Gore District Council will ask residents to choose between five options for reshaping local government across the south.
The decision follows an extraordinary meeting today where councillors agreed to join the Government's Head Start reform process — a fast-track pathway that lets councils propose their own restructuring before compulsory amalgamation kicks in after 2028.
Mayor Ben Bell made clear the reform pressure is coming from Wellington, not Gore. "The Government has set the clock, set the rules and set the deadline. Our choice is whether we sit back and have a future handed to us or get to the table and help shape it."
No decision has been made to amalgamate. The consultation keeps Gore's options open before the August 9 deadline for Head Start proposals.

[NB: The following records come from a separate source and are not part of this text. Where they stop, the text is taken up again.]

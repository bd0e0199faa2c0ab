#!/bin/sh
# The bad-input catalogue (tests/bad/, format in tests/bad/README) through
# the program: for every case, run `vibrogate COMMAND [--set V]... FILE` from
# an empty temporary directory and check the exit status, that stderr is
# exactly the expected line, that stdout is empty and that no file or
# directory was created.  Then two cases that cannot be stored in git: a
# directory given as the config, and (when not root) a file without read
# permission.
set -u
SRC=$(cd "$(dirname "$0")/../.." && pwd)
B=${VG_BUILD:-build}
case "$B" in /*) ;; *) B="$SRC/$B" ;; esac
VG="$B/vibrogate"
T=$(mktemp -d)
trap 'chmod -R u+rwx "$T" 2>/dev/null; rm -rf "$T"' EXIT

pass() { echo "PASS: $1"; }
fail() { echo "FAIL: $1: $2"; }

# $1 with every "@FILE@" replaced by $2.
subst() {
    s=$1 out=""
    while :; do
        case "$s" in
            *@FILE@*) out="$out${s%%@FILE@*}$2"; s=${s#*@FILE@} ;;
            *) printf '%s' "$out$s"; return ;;
        esac
    done
}

# Does $1 equal pattern $2, where one "@ANY@" matches any text?
matches() {
    case "$2" in
        *@ANY@*)
            head=${2%%@ANY@*} tail=${2#*@ANY@}
            case "$1" in "$head"*"$tail") return 0 ;; esac
            return 1 ;;
        *) [ "$1" = "$2" ] ;;
    esac
}

# check_run NAME STATUS EXPECTED-LINE WORKDIR: judge the run just made.
check_run() {
    name=$1 want_status=$2 want=$3 work=$4
    got_err=$(cat "$T/err")
    if [ "$got_status" -ne "$want_status" ]; then
        fail "$name" "exit status $got_status, wanted $want_status ($got_err)"
    elif [ "$(wc -l <"$T/err")" -ne 1 ] || ! matches "$got_err" "$want"; then
        fail "$name" "stderr '$got_err', wanted '$want'"
    elif [ -s "$T/out" ]; then
        fail "$name" "wrote to stdout: $(head -c 200 "$T/out")"
    elif [ -n "$(ls -A "$work")" ]; then
        fail "$name" "left files behind: $(ls -A "$work" | tr '\n' ' ')"
    else
        pass "$name: $(sed -n 3p "$SRC/tests/bad/$name.expect" | grep . || echo check) refused with status $want_status"
    fi
}

run_case() {
    name=$1 exp="$SRC/tests/bad/$1.expect" ini="$SRC/tests/bad/$1.ini"
    want_status=$(sed -n 1p "$exp")
    want=$(subst "$(sed -n 2p "$exp")" "$ini")
    cmd=$(sed -n 3p "$exp")
    set --
    i=4
    n=$(wc -l <"$exp")
    while [ "$i" -le "$n" ]; do
        set -- "$@" --set "$(sed -n "${i}p" "$exp")"
        i=$((i + 1))
    done
    work="$T/$name"
    mkdir "$work"
    (cd "$work" && exec "$VG" "${cmd:-check}" "$@" "$ini") >"$T/out" 2>"$T/err"
    got_status=$?
    check_run "$name" "$want_status" "$want" "$work"
}

# run_scripted NAME CONFIG REASON: `vibrogate check CONFIG` must fail with
# status 3 and "vibrogate: CONFIG: REASON", writing nothing.
run_scripted() {
    mkdir "$T/$1"
    (cd "$T/$1" && exec "$VG" check "$2") >"$T/out" 2>"$T/err"
    got_status=$?
    want="vibrogate: $2: $3"
    if [ "$got_status" -eq 3 ] && [ "$(cat "$T/err")" = "$want" ] && [ ! -s "$T/out" ] &&
        [ -z "$(ls -A "$T/$1")" ]; then
        pass "$1 refused with status 3"
    else
        fail "$1" "exit $got_status, stderr '$(cat "$T/err")', wanted '$want'"
    fi
}

if [ ! -x "$VG" ]; then
    fail "bad inputs" "no program at $VG"
    exit 1
fi

count=0
for exp in "$SRC"/tests/bad/*.expect; do
    [ -f "$exp" ] || continue
    run_case "$(basename "$exp" .expect)"
    count=$((count + 1))
done
if [ "$count" -ge 30 ]; then
    pass "catalogue holds $count cases (at least 30)"
else
    fail "catalogue size" "only $count cases"
fi

# A directory where the config should be.
mkdir "$T/dir.ini"
run_scripted directory_as_config "$T/dir.ini" "cannot read config file: is a directory"

# A file without read permission (root reads it anyway, so only as a user).
if [ "$(id -u)" -ne 0 ]; then
    cp "$SRC/tests/bad/duplicate_key.ini" "$T/noread.ini"
    chmod 000 "$T/noread.ini"
    run_scripted unreadable_config "$T/noread.ini" "cannot open config file: permission denied"
fi
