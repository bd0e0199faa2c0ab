#!/bin/sh
# Every symbol the library exports carries the public prefix vg_ (house
# rule: one public prefix; everything else static).  Under AddressSanitizer
# the compiler adds one-definition-rule markers __odr_asan.vg_* for our own
# globals; they are the sanitizer's, named after ours, and are skipped.
B=${VG_BUILD:-build}
bad=$(nm -g --defined-only "$B/libvibrogate.a" 2>/dev/null | awk 'NF == 3 { print $3 }' | grep -v '^vg_' | grep -v '^__odr_asan\.vg_' | sort -u)
if [ -n "$bad" ]; then
    echo "FAIL: exported symbols without the vg_ prefix: $(echo $bad)"
else
    n=$(nm -g --defined-only "$B/libvibrogate.a" | awk 'NF == 3' | wc -l)
    [ "$n" -gt 0 ] && echo "PASS: all $n exported symbols start with vg_" || echo "FAIL: no symbols found in $B/libvibrogate.a"
fi
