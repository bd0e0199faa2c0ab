#!/bin/sh
# The rate kernel's vector lanes, built three ways: the normal build, which
# chooses at start-up its x86-64-v4 (AVX-512) version where the CPU has
# AVX-512 and its AVX2 version where it has AVX2; the AVX2 build (make
# AVX2=1, build-avx2/: the AVX2 and baseline versions only, so that a CPU
# with AVX-512 runs the AVX2 one too); and the baseline build (make
# BASELINE=1: baseline x86-64 only, build-base/).  All run the same IEEE
# operations in the same order (no fused multiply-add), so the first two
# must each give, against the baseline build, byte-identical CSV files:
# thermal and frozen statistics, an isotope pair, validity criteria, a
# grid with one gap (one point a row), and extreme
# corners where the lanes hand points to the log path.  It also runs the
# kernel's own dump on a few thousand random points (tests/tools/rate_dump)
# through both builds.
#
# Not run inside the sanitizer run (VG_UNDER_SANITIZER, set by
# tests/scripts/sanitize.sh).
set -u
SRC=$(cd "$(dirname "$0")/../.." && pwd)
cd "$SRC" || exit 1
[ -z "${VG_UNDER_SANITIZER:-}" ] || { echo "lanes.sh: not run against the sanitizer build"; exit 0; }
pass() { echo "PASS: $1"; }
fail() { echo "FAIL: $1: $2"; }
B=${VG_BUILD:-build}
[ "$B" = build-mpi ] && B=build
case "$B" in /*) N="$B" ;; *) N="$SRC/$B" ;; esac
T=$(mktemp -d)
trap 'rm -rf "$T"' EXIT

for v in BASELINE:base AVX2:avx2; do
    if make -s "${v%%:*}=1" all "build-${v#*:}/tests/rate_dump" >"$T/make.log" 2>&1; then
        pass "the ${v#*:} build (make ${v%%:*}=1) builds"
    else
        fail "the ${v#*:} build (make ${v%%:*}=1) builds" "$(tail -n 3 "$T/make.log")"
        exit 1
    fi
done
# what the CPU runs (x86-64-v4 needs AVX-512 F, BW, CD, DQ and VL)
flags=$(grep -m 1 '^flags' /proc/cpuinfo 2>/dev/null)
v4=yes
for f in avx512f avx512bw avx512cd avx512dq avx512vl; do
    case " $flags " in *" $f "*) ;; *) v4=no ;; esac
done
case " $flags " in *" avx2 "*) avx2=yes ;; *) avx2=no ;; esac
if [ $v4 = yes ]; then
    echo "note: this CPU has AVX-512: the normal build runs the x86-64-v4 version, the AVX2 build the AVX2 one"
elif [ $avx2 = yes ]; then
    echo "note: this CPU has AVX2 but not AVX-512: the normal and AVX2 builds both run the AVX2 version"
else
    echo "note: this CPU has no AVX2: every build runs the baseline version"
fi

# name, then the config's [parameters] and [model]/[isotope]/[validity] text
write_case() {
    cat >"$T/$1.ini"
}

write_case thermal <<'INI'
[parameters]
gap = -300 .. 900 meV, 97 points
reorganization = 5 .. 800 meV, 23 points, log
electronic_coupling = 0, 2 meV
huang_rhys = 0, 0.003, 0.4, 3
mode = 60, 1600, 3000 cm-1
temperature = 4, 300 K
[output]
data = csv
INI
write_case frozen <<'INI'
[parameters]
gap = -100 .. 1500 meV, 61 points
reorganization = 20 .. 400 meV, 7 points, log
electronic_coupling = 1 meV
huang_rhys = 0.01, 1, 12
mode = 400, 2100 cm-1
temperature = 300 K
[model]
mode_statistics = frozen
[output]
data = csv
INI
write_case isotope <<'INI'
[parameters]
gap = 0 .. 700 meV, 45 points
reorganization = 30 .. 300 meV, 9 points
electronic_coupling = 1 meV
huang_rhys = 0.05, 0.5
mode = 2950 cm-1
temperature = 310 K
[isotope]
frequency_ratio = 1.362
[validity]
criteria = nonadiabatic, resolved
[output]
data = csv
INI
write_case gapslow <<'INI'
[parameters]
temperature = 250, 300, 350 K
huang_rhys = 0.02, 0.2, 2
reorganization = 10 .. 600 meV, 11 points, log
gap = 123.456 meV
mode = 1600 cm-1
electronic_coupling = 1 meV
[output]
data = csv
INI
write_case extreme <<'INI'
[parameters]
gap = -3000 .. 3000 meV, 41 points
reorganization = 0.1, 3000 meV
electronic_coupling = 1 meV
huang_rhys = 0.001, 50
mode = 1, 1000 meV
temperature = 1, 5000 K
[output]
data = csv
INI

# $1: name of the build, $2: its directory; each case and the dump against
# the baseline build
compare_build() {
    for c in thermal frozen isotope gapslow extreme; do
        mkdir -p "$T/$c.$1" "$T/$c.b"
        if ! "$2/vibrogate" sweep "$T/$c.ini" -q -o "$T/$c.$1" >"$T/$c.$1.log" 2>&1; then
            fail "$c: sweep ($1 build)" "$(tail -n 2 "$T/$c.$1.log")"
            continue
        fi
        if [ ! -s "$T/$c.b/sweep.csv" ] \
            && ! "$SRC/build-base/vibrogate" sweep "$T/$c.ini" -q -o "$T/$c.b" >"$T/$c.b.log" 2>&1; then
            fail "$c: sweep (baseline build)" "$(tail -n 2 "$T/$c.b.log")"
            continue
        fi
        if cmp -s "$T/$c.$1/sweep.csv" "$T/$c.b/sweep.csv"; then
            pass "$c: sweep.csv of the $1 and baseline builds byte-identical ($(($(wc -l <"$T/$c.$1/sweep.csv") - 1)) points)"
        else
            fail "$c: sweep.csv of the $1 and baseline builds byte-identical" "$(cmp "$T/$c.$1/sweep.csv" "$T/$c.b/sweep.csv" 2>&1 | head -n 1)"
        fi
    done
    "$2/tests/rate_dump" <"$T/points" >"$T/dump.$1" 2>&1
    [ -s "$T/dump.b" ] || "$SRC/build-base/tests/rate_dump" <"$T/points" >"$T/dump.b" 2>&1
    if [ -s "$T/dump.$1" ] && cmp -s "$T/dump.$1" "$T/dump.b"; then
        pass "rate_dump: 4000 random points, every field of the $1 and baseline builds byte-identical"
    else
        fail "rate_dump: 4000 random points, the $1 and baseline builds byte-identical" \
             "$(cmp "$T/dump.$1" "$T/dump.b" 2>&1 | head -n 1)"
    fi
}

# rate_dump on 4000 random single points (fixed seed; the single-point path
# puts one gap in every lane), log-uniform over the accepted ranges
awk 'BEGIN { srand(20261202);
    for (i = 0; i < 4000; i++) {
        st = rand() < 0.2 ? "frozen" : "thermal";
        gap = (rand() - 0.3) * 10 ^ (1 + 3 * rand());
        lam = 10 ^ (-0.5 + 3.5 * rand()); v = 10 ^ (-2 + 2 * rand());
        s = rand() < 0.05 ? 0 : 10 ^ (-3 + 4 * rand());
        mode = 10 ^ (0.5 + 2.5 * rand()); t = 10 ^ (0.3 + 3 * rand());
        printf "%s %.9g %.9g %.9g %.9g %.9g %.9g\n", st, gap, lam, v, s, mode, t } }' >"$T/points"
compare_build normal "$N"
compare_build AVX2 "$SRC/build-avx2"
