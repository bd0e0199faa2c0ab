#!/usr/bin/python3
"""Colour map tables against an independent numpy colour-science reference.

Reads both tables from `$VG_BUILD/tests/test_colormap --dump` (VG_BUILD:
build directory, default "build") and judges them with sRGB -> XYZ ->
CIELAB written here in numpy from the published formulas:

- sRGB: IEC 61966-2-1:1999, the piecewise decoding (knee 0.04045, slope
  12.92, exponent 2.4, offset 0.055) and its linear-RGB-to-XYZ matrix for
  D65; the white is the XYZ of R = G = B = 1 (the matrix row sums), as in
  src/colormap.c, so that sRGB white is a* = b* = 0;
- CIELAB: CIE 15:2004, f(t) = t^(1/3) above (6/29)^3, t/(3 (6/29)^2) + 4/29
  below;
- Msh and the diverging interpolation: Moreland, "Diverging Color Maps for
  Scientific Visualization", ISVC 2009 (sections 4 and 5).

Checks: every component strictly inside (0, 1) (in gamut, nothing clipped);
diverging L* strictly rising to the centre and falling after, symmetric, the
two central entries the lightest, and the whole table equal to Moreland's
interpolation between its own two end colours; sequential L* strictly rising
from 15-25 to 92-97 and linear in t, hue linear in t, chroma of the
documented form c0 + c1 sin(pi t); sequential luminance (grayscale) strictly
rising.  Prints one "PASS: what" or "FAIL: what: why" line per check.
"""
import math
import os
import subprocess
import sys

import numpy as np

ROOT = os.path.dirname(os.path.dirname(os.path.dirname(os.path.abspath(__file__))))
BUILD = os.environ.get("VG_BUILD", "build")
PROGRAM = os.path.join(BUILD if os.path.isabs(BUILD) else os.path.join(ROOT, BUILD),
                       "tests", "test_colormap")
N = 256

# IEC 61966-2-1:1999, linear RGB -> XYZ (D65).
RGB_TO_XYZ = np.array([[0.4124, 0.3576, 0.1805],
                       [0.2126, 0.7152, 0.0722],
                       [0.0193, 0.1192, 0.9505]])
WHITE = RGB_TO_XYZ @ np.ones(3)
DELTA = 6.0 / 29.0

failures = 0


def report(ok, what, why=""):
    global failures
    if ok:
        print(f"PASS: {what}")
    else:
        failures += 1
        print(f"FAIL: {what}: {why}")


def decode(c):
    return np.where(c <= 0.04045, c / 12.92, ((c + 0.055) / 1.055) ** 2.4)


def encode(lin):
    lin = np.asarray(lin, dtype=float)
    power = 1.055 * np.maximum(lin, 0.0) ** (1.0 / 2.4) - 0.055
    return np.where(lin <= 0.04045 / 12.92, 12.92 * lin, power)


def srgb_to_lab(rgb):
    """rgb: (n, 3) gamma-encoded sRGB -> (n, 3) CIELAB."""
    t = (decode(rgb) @ RGB_TO_XYZ.T) / WHITE
    f = np.where(t > DELTA ** 3, np.cbrt(t), t / (3 * DELTA ** 2) + 4.0 / 29.0)
    return np.stack([116 * f[:, 1] - 16, 500 * (f[:, 0] - f[:, 1]),
                     200 * (f[:, 1] - f[:, 2])], axis=1)


def lab_to_srgb(lab):
    """Inverse of srgb_to_lab, unclipped (the caller checks the gamut)."""
    fy = (lab[:, 0] + 16) / 116
    f = np.stack([fy + lab[:, 1] / 500, fy, fy - lab[:, 2] / 200], axis=1)
    t = np.where(f > DELTA, f ** 3, 3 * DELTA ** 2 * (f - 4.0 / 29.0))
    return encode((t * WHITE) @ np.linalg.inv(RGB_TO_XYZ).T)


def to_msh(lab):
    m = np.linalg.norm(lab)
    return np.array([m, math.acos(lab[0] / m), math.atan2(lab[2], lab[1])])


def from_msh(msh):
    m, s, h = msh
    return np.array([m * math.cos(s), m * math.sin(s) * math.cos(h), m * math.sin(s) * math.sin(h)])


def adjust_hue(sat, m_unsat):
    """Moreland's AdjustHue."""
    m, s, h = sat
    if m >= m_unsat:
        return h
    spin = s * math.sqrt(m_unsat ** 2 - m ** 2) / (m * math.sin(s))
    return h + spin if h > -math.pi / 3 else h - spin


def moreland(c1, c2, t):
    """Moreland's InterpolateColor between Msh colours c1 and c2."""
    c1, c2 = c1.copy(), c2.copy()
    if c1[1] > 0.05 and c2[1] > 0.05 and abs(c1[2] - c2[2]) > math.pi / 3:
        mid = max(c1[0], c2[0], 88.0)
        if t < 0.5:
            c2, t = np.array([mid, 0.0, 0.0]), 2 * t
        else:
            c1, t = np.array([mid, 0.0, 0.0]), 2 * t - 1
    if c1[1] < 0.05 and c2[1] > 0.05:
        c1[2] = adjust_hue(c2, c1[0])
    elif c2[1] < 0.05 and c1[1] > 0.05:
        c2[2] = adjust_hue(c1, c2[0])
    return (1 - t) * c1 + t * c2


def read_tables():
    out = subprocess.run([PROGRAM, "--dump"], capture_output=True, text=True, timeout=60)
    if out.returncode != 0:
        raise RuntimeError(f"{PROGRAM} --dump exited {out.returncode}: {out.stderr.strip()}")
    rows = {"diverging": [], "sequential": []}
    for line in out.stdout.splitlines():
        kind, index, r, g, b = line.split()
        if int(index) != len(rows[kind]):
            raise RuntimeError(f"entry {index} of {kind} out of order")
        rows[kind].append([float(r), float(g), float(b)])
    return {k: np.array(v) for k, v in rows.items()}


def strictly(v, sign):
    d = np.diff(v) * sign
    return bool(np.all(d > 0)), f"least step {d.min():.3g} at entry {int(np.argmin(d))}"


def check_common(name, rgb):
    report(rgb.shape == (N, 3) and np.all(np.isfinite(rgb)), f"{name}: {N} finite entries",
           f"shape {rgb.shape}")
    lo, hi = rgb.min(), rgb.max()
    report(lo > 0.0 and hi < 1.0, f"{name}: every component inside (0, 1), nothing clipped",
           f"range {lo:.17g} .. {hi:.17g}")


def check_diverging(rgb):
    lab = srgb_to_lab(rgb)
    L = lab[:, 0]
    up, why_up = strictly(L[:N // 2], +1)
    down, why_down = strictly(L[N // 2:], -1)
    report(up and down, "diverging: L* rises strictly to the centre and falls after",
           why_up + "; " + why_down)
    sym = np.abs(L - L[::-1]).max()
    # Ends share L* and C* by design: equal to rounding; 0.05 catches a
    # mirror off by one entry (0.38 L* per step).
    report(sym < 0.05, "diverging: L* symmetric about the centre", f"largest difference {sym:.3g}")
    report(int(np.argmax(L)) in (N // 2 - 1, N // 2), "diverging: central entries lightest",
           f"lightest entry {int(np.argmax(L))}")
    lo, hi = to_msh(lab[0]), to_msh(lab[-1])
    want = np.array([from_msh(moreland(lo, hi, i / (N - 1))) for i in range(N)])
    err = np.abs(lab_to_srgb(want) - rgb).max()
    # The dump is %.17g; the two implementations differ by rounding only.
    report(err < 1e-9, "diverging: table is Moreland's interpolation between its end colours",
           f"largest sRGB difference {err:.3g}")


def check_sequential(rgb):
    lab = srgb_to_lab(rgb)
    L = lab[:, 0]
    t = np.arange(N) / (N - 1)
    ok, why = strictly(L, +1)
    report(ok, "sequential: L* rises strictly", why)
    report(15 < L[0] < 25 and 92 < L[-1] < 97, "sequential: dark end L* 15-25, light end 92-97",
           f"ends {L[0]:.3f}, {L[-1]:.3f}")
    line = L[0] + (L[-1] - L[0]) * t
    dev = np.abs(L - line).max()
    report(dev < 1e-9, "sequential: L* linear in t", f"largest deviation {dev:.3g}")
    h = np.unwrap(np.arctan2(lab[:, 2], lab[:, 1]))
    hdev = np.abs(h - (h[0] + (h[-1] - h[0]) * t)).max()
    report(hdev < 1e-9 and h[-1] > h[0], "sequential: hue turns linearly in t",
           f"largest deviation {hdev:.3g} rad, turn {h[-1] - h[0]:.3f} rad")
    C = np.hypot(lab[:, 1], lab[:, 2])
    basis = np.stack([np.ones(N), np.sin(np.pi * t)], axis=1)
    coef, *_ = np.linalg.lstsq(basis, C, rcond=None)
    cdev = np.abs(basis @ coef - C).max()
    report(cdev < 1e-9 and coef[1] > 0, "sequential: chroma c0 + c1 sin(pi t), c1 > 0",
           f"largest residual {cdev:.3g}, c = {coef}")
    Y = decode(rgb) @ RGB_TO_XYZ[1]
    ok, why = strictly(Y, +1)
    report(ok, "sequential: luminance (grayscale) rises strictly", why)


def check_reference():
    """The reference itself against known values: white 100, 0, 0 (to 1e-9
    with the matrix white), mid grey L* 53.39 and sRGB red 53.24, 80.09, 67.20
    (common practice, from memory; 0.01 and 0.05)."""
    lab = srgb_to_lab(np.array([[1.0, 1, 1], [0.5, 0.5, 0.5], [1, 0, 0]]))
    ok = (np.abs(lab[0] - [100, 0, 0]).max() < 1e-9 and abs(lab[1, 0] - 53.39) < 0.01
          and np.abs(lab[2] - [53.24, 80.09, 67.20]).max() < 0.05)
    report(ok, "reference: known CIELAB values of white, mid grey and red", f"got {lab.tolist()}")


def main():
    check_reference()
    try:
        tables = read_tables()
    except (OSError, RuntimeError, ValueError, KeyError, subprocess.SubprocessError) as e:
        report(False, "colour map dump", str(e))
        return 1
    for name, rgb in tables.items():
        check_common(name, rgb)
    check_diverging(tables["diverging"])
    check_sequential(tables["sequential"])
    return 1 if failures else 0


if __name__ == "__main__":
    sys.exit(main())
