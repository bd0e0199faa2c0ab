#!/bin/sh
# Command-line behaviour: help, version, usage errors and their exit status,
# the point and check commands, and make install with PREFIX and DESTDIR.
set -u
B=${VG_BUILD:-build}
VG="$B/vibrogate"
PY=${PYTHON:-/usr/bin/python3}
T=$(mktemp -d)
trap 'rm -rf "$T"' EXIT

pass() { echo "PASS: $1"; }
fail() { echo "FAIL: $1: $2"; }
expect_status() { # what want cmd...
    what=$1; want=$2; shift 2
    "$@" >"$T/out" 2>"$T/err"; got=$?
    if [ "$got" -eq "$want" ]; then pass "$what"; else fail "$what" "exit $got, wanted $want: $(head -c 300 "$T/err")"; fi
}
expect_err() { # what pattern
    if grep -q -- "$2" "$T/err"; then pass "$1"; else fail "$1" "stderr lacks '$2': $(head -c 300 "$T/err")"; fi
}

expect_status "--help exits 0" 0 "$VG" --help
grep -q '^Usage: vibrogate COMMAND CONFIG' "$T/out" && pass "--help prints usage on stdout" || fail "--help prints usage" "$(head -2 "$T/out")"
expect_status "--version exits 0" 0 "$VG" --version
head -n 1 "$T/out" | grep -Eq '^vibrogate [0-9]+\.[0-9]+\.[0-9]+$' && pass "--version first line is 'vibrogate X.Y.Z' (GNU style)" || fail "--version line" "$(head -1 "$T/out")"
sed -n 2p "$T/out" | grep -q 'GSL .*NetCDF .*inih' && pass "--version names library versions" || fail "--version libraries" "$(sed -n 2p "$T/out")"

expect_status "no command is a usage error" 2 "$VG"
expect_status "unknown command is a usage error" 2 "$VG" frobnicate configs/demo.ini
expect_err "unknown command message" "unknown command 'frobnicate'"
expect_status "unknown option is a usage error" 2 "$VG" sweep configs/demo.ini --bogus
expect_err "unknown option message" "unknown option '--bogus'"
expect_status "bad --threads is a usage error" 2 "$VG" sweep configs/demo.ini --threads 0
expect_status "missing config is a config error" 3 "$VG" check "$T/nonexistent.ini"
expect_status "two configs is a usage error" 2 "$VG" check configs/demo.ini configs/point.ini

expect_status "check on the demo succeeds" 0 "$VG" check configs/demo.ini
grep -q 'points' "$T/out" && grep -q 'expected output size' "$T/out" && pass "check prints grid and size" || fail "check output" "$(cat "$T/out")"
# 121 gap x 59 reorganization x 2 couplings x 3 modes, from configs/demo.ini
grep -q '42834 points' "$T/out" && pass "check counts the demo grid (121*59*2*3)" || fail "check count" "$(grep points "$T/out")"

expect_status "point on a sweep config is refused" 3 "$VG" point configs/demo.ini
expect_err "point refusal names the axis" "'gap' has 121 values"
expect_status "point succeeds" 0 "$VG" point configs/point.ini
grep -q 'log10_ratio' "$T/out" && pass "point prints metrics" || fail "point metrics" "$(tail -5 "$T/out")"
expect_status "point --json succeeds" 0 "$VG" point configs/point.ini --json
"$PY" - "$T/out" <<'PYEOF'
import json, math, sys
d = json.load(open(sys.argv[1]))
m = d["metrics"]
ch = d["channels"]
# The shares of the listed channels cannot exceed 1 and the elastic
# channel is always listed (definition of the listing).
ok = abs(m["assisted_fraction"] - 1 / (1 + 10 ** (-m["log10_ratio"]))) < 1e-12 \
    and any(c["n"] == 0 for c in ch) and sum(c["share"] for c in ch) <= 1 + 1e-12
print(("PASS: " if ok else "FAIL: ") + "point --json is valid JSON and self-consistent"
      + ("" if ok else ": " + json.dumps(m)))
PYEOF
expect_status "point --set overrides" 0 "$VG" point configs/point.ini --json --set 'parameters.gap=0.25 eV'
"$PY" -c "import json,sys; d=json.load(open('$T/out')); print('PASS: --set gap in eV reaches the point' if d['parameters']['gap_meV']==250 else 'FAIL: --set: %r' % d['parameters'])"

make -s install PREFIX=/opt/vg DESTDIR="$T/root" >/dev/null 2>&1
if [ -x "$T/root/opt/vg/bin/vibrogate" ] && [ -f "$T/root/opt/vg/share/man/man1/vibrogate.1" ]; then
    pass "make install honours PREFIX and DESTDIR"
else
    fail "make install" "$(find "$T/root" | head)"
fi

# check warns when the outputs may not fit: a 10^10-point grid (estimated
# from the per-point sizes documented in docs/config.md) against the free
# space that statvfs reports for the output directory's file system.
"$VG" check configs/demo.ini --out "$T/big" --set 'parameters.gap=0 .. 600 meV, 100000 points' \
    --set 'parameters.reorganization=10 .. 300 meV, 100000 points' \
    --set 'parameters.mode=2950 cm-1' --set 'parameters.electronic_coupling=1 meV' \
    --set 'output.figures=none' --set 'output.max_size=1000 TB' >"$T/out" 2>"$T/err"
avail=$(df -P -B1 "$T" | awk 'NR == 2 { print $4 }')
if grep -q "free disk space for '$T/big'" "$T/out" && { [ "$avail" -gt 500000000000000 ] || grep -q "warning: the outputs and the run's checkpoint may need up to" "$T/err"; }; then
    pass "check reports free disk space and warns when the outputs may not fit"
else
    fail "check disk-space warning" "$(cat "$T/out" "$T/err" | tail -3)"
fi

# --out DIR is created if missing (vibrogate.1, OPTIONS), for render too.
"$VG" sweep configs/point.ini --set 'parameters.reorganization=20 .. 100 meV, 3 points' \
    --set 'parameters.gap=0 .. 300 meV, 4 points' --set 'output.figures=png' \
    --out "$T/rs" --quiet >/dev/null 2>&1
expect_status "render --out into a missing directory" 0 "$VG" render "$T/rs/sweep.nc" --out "$T/new/deeper" --quiet
[ -f "$T/new/deeper/map-log10_ratio.png" ] && pass "render created the directory and drew the map" || fail "render --out" "$(ls -R "$T/new" 2>&1 | head -5)"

Two reform processes are now running simultaneously in Southland, causing confusion. The Local Government Commission is conducting an independent investigation that began at Southland District Council's request. The second phase workshops a long list of options on June 17 in Invercargill.
The Government's Head Start pathway offers councils a faster route with broader options, but any proposal must create a unitary authority and meet five criteria including maintaining local voice.
"The thing I'll be fighting hardest for is local representation," Bell said. "There's a genuine worry that a smaller district like ours could get drowned out in a bigger organisation. That concern is fair, and exactly why we want to be in the room — to make sure the Gore District has a say in decisions that affect us."
The five options residents will consider are: staying with the Commission review only; creating one unitary authority for Southland with rural representation built in; forming a rural unitary across Southland and Otago covering Gore, Southland, Clutha, Waitaki and Central Otago districts; an open option for other ideas; and splitting into two unitary authorities with Invercargill separate from a Southland-Gore council.
Bell called this early conversation a first step, not the final word. "Because the Government's timeframe is tight, it is deliberately fast and high-level."
If the Government accepts any proposal, detailed design work including financial modelling and governance arrangements would run from October 2026 to March 2027.
Council appointed Cr Paul McPhail and Mel Cupit to a joint working group with Invercargill City Council to explore governance options.
Details on drop-in sessions and online feedback will be released through the council's website, local media and social channels.